_To do_.
Quote only the lines from the top of the listing below down to and including the line with "do not apply".

+++ Records for this task +++

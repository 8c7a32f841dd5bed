/**
 * An uncertainty cell's report and the names it defines downstream, from what its method gave:
 * per name the mean, SD, median and 2.5 / 97.5 percentiles (quantities in the name's unit, the
 * SD a difference) and a histogram, or for a yes/no verdict the probability of yes; and
 * `<name>_p025`, `<name>_p975`, `<name>_sd`, `<name>_probability` (those that do not apply
 * left undefined with the reason).
 */
import type { Binding, Outcome } from '../engine/node.ts';
import type { NodeOutput, UncertainInput, UncertaintyResult } from '../engine/report.ts';
import { type Quantity, report, describe, deltaUnit, shownUnit, valueIn, plain } from '../units/quantity.ts';
import { formatUnit } from '../units/units.ts';
import { quantitySig } from './signatures.ts';
import { summarize, histogram } from '../numerics/sampling/summary.ts';
import type { LinearName, MonteCarlo } from './uncertainty-methods.ts';
import { sharePrecision, meanPrecision } from './uncertainty-precision.ts';
import { percentileFields } from './uncertainty-percentiles.ts';
import { shownFigures } from './uncertainty-digits.ts';
import { meanSE, uncertaintyText } from '../numerics/sampling/mc-precision.ts';

/** The endings of the names defined per name in `of`. */
export const RESULT_ENDINGS = ['_p025', '_p975', '_sd', '_probability'] as const;

/** The 97.5% point of the standard normal (the linear method's interval), to 16 figures. */
export const Z975 = 1.959963984540054;

export const QUANTILE_NOTE = 'Median and percentiles of the samples by Hyndman and Fan\'s definition 7 (linear between order statistics; R\'s and NumPy\'s default); SD with n - 1.';
export const VERDICT_NOTE = 'A verdict\'s probability is the share of yes among the samples in which it had a value; its Monte Carlo standard error is sqrt(p(1 - p)/n), its 95% interval the Wilson score interval (Wilson 1927), which keeps a width at 0% and 100%. A mean\'s Monte Carlo standard error is SD/sqrt(n). Whether the samples were enough for a figure\'s digits follows JCGM 101:2008 7.9: twice its standard error within half a unit of its last digit.';
export const DIGITS_NOTE = 'Digits: the mean, the SD, each percentile and each probability are shown to the place of the first significant digit of their own Monte Carlo standard error (a percentile\'s standard uncertainty; a probability near 0% or 100% a quarter of its Wilson interval), so a figure\'s last digit may move by about one with another seed. Each standard error is written with two significant digits when its first three are 100 to 354, one from 355 to 949, and rounded up to two (1.0) from 950 to 999 (the Particle Data Group\'s rounding rule). Only what is shown is rounded: the report\'s numbers and the names defined downstream (_p025, _p975, _sd, _probability) keep their full values.';
export const PERCENTILE_NOTE = 'Each percentile\'s Monte Carlo 95% interval is distribution-free: between two order statistics of the samples whose ranks the binomial distribution gives (Conover 1999, sec. 3.2); its standard uncertainty is the interval\'s width / 3.92, and the percentile is shown to the place of that uncertainty\'s first digit. The SD\'s standard error is SD·sqrt((κ - 1)/(4n)) for large n, κ the samples\' kurtosis.';
export const LINEAR_NOTE = 'First order (the law of propagation of uncertainty, JCGM 100:2008): the mean is the value at the present inputs, the SD is sqrt(J Σ Jᵀ) with derivatives by central differences, and the 2.5 and 97.5 percentiles are mean ∓ 1.96 SD (a normal approximation).';

type Present = (name: string) => Binding | undefined;

const sized = (t: Quantity, si: number): Quantity => ({ ...t, si });
const difference = (t: Quantity, si: number): Quantity => ({ si, dim: t.dim, unit: deltaUnit(shownUnit(t)), ...(t.temp ? { temp: 'delta' as const } : {}) });
const value = (q: Quantity): Binding => ({ kind: 'value', q, sig: quantitySig(q) });
const templateOf = (present: Present, name: string, fallback?: Quantity): Quantity | undefined => {
  const b = present(name);
  if (b?.kind === 'state' || (b?.kind === 'value' && b.truth === undefined)) return b.q;
  return fallback;
};

/** Defines the figures of a quantity, and says why `_probability` is not. */
function quantityNames(name: string, t: Quantity, p025: number, p975: number, sd: number, bindings: Map<string, Binding>, reasons: Map<string, string>): void {
  bindings.set(`${name}_p025`, value(sized(t, p025)));
  bindings.set(`${name}_p975`, value(sized(t, p975)));
  bindings.set(`${name}_sd`, value(difference(t, sd)));
  reasons.set(`${name}_probability`, `"${name}_probability" is not defined: ${name} is a quantity, not a yes/no verdict (its figures are ${name}_p025, ${name}_p975 and ${name}_sd)`);
}

function verdictReasons(name: string, reasons: Map<string, string>, why: string): void {
  for (const end of RESULT_ENDINGS.slice(0, 3)) reasons.set(`${name}${end}`, `"${name}${end}" is not defined: ${why}`);
}

function noValue(name: string, reasons: Map<string, string>, why: string): void {
  for (const end of RESULT_ENDINGS) reasons.set(`${name}${end}`, `"${name}${end}" is not defined: ${why}`);
}

/** The report and bindings of a Monte Carlo run. */
export function monteCarloOutcome(of: readonly string[], mc: MonteCarlo, inputs: UncertainInput[], present: Present, samples: number, seed: number, _at: string): Outcome<NodeOutput<'uncertainty'>> {
  const bindings = new Map<string, Binding>();
  const reasons = new Map<string, string>();
  const results: Record<string, UncertaintyResult> = {};
  const said: string[] = [];
  of.forEach((name, i) => {
    const ns = mc.names[i];
    const failed = { failed: ns.failed, ...(ns.reason !== undefined ? { reason: ns.reason } : {}) };
    if (ns.values.length === 0) {
      results[name] = failed;
      noValue(name, reasons, `${name} had no value in any of the ${samples.toLocaleString('en-US')} samples (${ns.reason ?? 'no reason given'})`);
      said.push(`${name}: no value in any sample`);
      return;
    }
    if (ns.verdict) {
      const yes = ns.values.reduce((a, b) => a + b, 0);
      const p = yes / ns.values.length;
      const precise = sharePrecision(yes, ns.values.length);
      results[name] = { probability: p, ...precise, ...failed };
      bindings.set(`${name}_probability`, value(plain(p)));
      verdictReasons(name, reasons, `${name} is a yes/no verdict; its result is ${name}_probability`);
      said.push(`${name}: yes in ${precise.shown} of samples (± ${uncertaintyText(100 * precise.probabilitySE)} points)`);
      return;
    }
    const t = templateOf(present, name, ns.template)!;
    const s = summarize(ns.values);
    const unit = shownUnit(t);
    const h = histogram(ns.values.map((v) => valueIn(sized(t, v), unit)));
    // every figure's digits in the unit it is shown in (a minute is not a power of ten of seconds)
    const mean = report(sized(t, s.mean)), sd = report(difference(t, s.sd));
    const se = report(difference(t, meanSE(s.sd, ns.values.length)));
    const pf = percentileFields(s, { at: (v) => report(sized(t, v)), diff: (v) => report(difference(t, v)) });
    results[name] = {
      mean, sd, median: report(sized(t, s.median)),
      p025: report(sized(t, s.p025)), p975: report(sized(t, s.p975)),
      meanSE: se, precision: meanPrecision(mean, se, ns.values.length), ...pf,
      shownFigures: shownFigures(mean, se, sd, pf.sdSE),
      histogram: { unit: formatUnit(unit), edges: h.edges, counts: h.counts }, ...failed,
    };
    quantityNames(name, t, s.p025, s.p975, s.sd, bindings, reasons);
    const { p025, median, p975 } = pf.percentiles;
    said.push(`${name}: median ${median.shown}, 95% of samples between ${p025.shown} and ${p975.shown}`);
  });
  const failNote = mc.failed ? `; ${mc.failed.toLocaleString('en-US')} samples left a name undefined (${mc.reason})` : '';
  return {
    ok: true, bindings, reasons,
    output: {
      method: 'monte-carlo', results, inputs, samples, seed, failed: mc.failed, ...(mc.reason !== undefined ? { failedReason: mc.reason } : {}),
      evaluations: mc.evaluations, notes: [QUANTILE_NOTE, VERDICT_NOTE, PERCENTILE_NOTE, DIGITS_NOTE],
      summary: `${samples.toLocaleString('en-US')} samples (seed ${seed}) over ${inputs.length} uncertain input${inputs.length === 1 ? '' : 's'}: ${said.join('; ')}${failNote}.`,
    },
  };
}

/** The report and bindings of the linear method. */
export function linearOutcome(of: readonly string[], r: { names: LinearName[]; evaluations: number }, inputs: UncertainInput[], present: Present, _at: string): Outcome<NodeOutput<'uncertainty'>> {
  const bindings = new Map<string, Binding>();
  const reasons = new Map<string, string>();
  const results: Record<string, UncertaintyResult> = {};
  const said: string[] = [];
  of.forEach((name, i) => {
    const x = r.names[i];
    if (!x.ok) {
      results[name] = { failed: 1, reason: x.reason };
      noValue(name, reasons, x.reason);
      said.push(`${name}: ${x.reason}`);
      return;
    }
    if (x.truth !== undefined) {
      results[name] = { truth: x.truth, failed: 0 };
      verdictReasons(name, reasons, `${name} is a yes/no verdict`);
      reasons.set(`${name}_probability`, `"${name}_probability" is not defined: the linear method has no derivative of a yes/no verdict; use the Monte Carlo method for its probability`);
      said.push(`${name}: ${x.truth ? 'yes' : 'no'} at the present values (no probability by the linear method)`);
      return;
    }
    const t = templateOf(present, name, x.template)!;
    const lo = x.mean - Z975 * x.sd, hi = x.mean + Z975 * x.sd;
    results[name] = {
      mean: report(sized(t, x.mean)), sd: report(difference(t, x.sd)), median: report(sized(t, x.mean)),
      p025: report(sized(t, lo)), p975: report(sized(t, hi)), failed: 0,
    };
    quantityNames(name, t, lo, hi, x.sd, bindings, reasons);
    said.push(`${name}: ${describe(sized(t, x.mean))} ± ${describe(difference(t, x.sd))} (SD), 95% interval ${describe(sized(t, lo))} to ${describe(sized(t, hi))}`);
  });
  return {
    ok: true, bindings, reasons,
    output: {
      method: 'linear', results, inputs, failed: 0, evaluations: r.evaluations, notes: [LINEAR_NOTE],
      summary: `First-order propagation over ${inputs.length} uncertain input${inputs.length === 1 ? '' : 's'}: ${said.join('; ')}.`,
    },
  };
}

+++

_Answer to this task_.
repository 8c7a32f841dd5bed
/**
 * An uncertainty cell's report and the names it defines downstream, from what its method gave:
 * per name the mean, SD, median and 2.5 / 97.5 percentiles (quantities in the name's unit, the
 * SD a difference) and a histogram, or for a yes/no verdict the probability of yes; and
 * `<name>_p025`, `<name>_p975`, `<name>_sd`, `<name>_probability` (those that do not apply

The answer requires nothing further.